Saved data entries
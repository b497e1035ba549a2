namespace Campaigns.Statistics.Corrections;

/// <summary>No correction: the p-values as they are, for comparison.</summary>
/// <remarks>The adjusted p-value is p.</remarks>
public sealed class Uncorrected : Correction
{
    /// <inheritdoc/>
    public override string Key => "none";

    /// <inheritdoc/>
    public override string Name => "No correction";

    /// <inheritdoc/>
    public override ErrorRate Controls => ErrorRate.PerTest;

    /// <inheritdoc/>
    public override Dependence ValidUnder => Dependence.Any;

    /// <inheritdoc/>
    public override string Guarantee => "Each test on its own gives a false positive with probability at most the level; over the family nothing is held.";

    /// <inheritdoc/>
    public override string Source => "The definition of a p-value; R. A. Fisher (1925), Statistical Methods for Research Workers";

    /// <inheritdoc/>
    public override double? BoundaryAt(int rank, int familySize, double level) => level;

    /// <inheritdoc/>
    protected override void AdjustSorted(ReadOnlySpan<double> sorted, int familySize, Span<double> adjusted)
    {
        sorted.CopyTo(adjusted);
    }
}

§ EXERCISE PROMPT: Return every line from the entries above that contains the word "adjusted".

§ EXPECTED ANSWER:
/// <remarks>The adjusted p-value is p.</remarks>
    protected override void AdjustSorted(ReadOnlySpan<double> sorted, int familySize, Span<double> adjusted)
        sorted.CopyTo(adjusted);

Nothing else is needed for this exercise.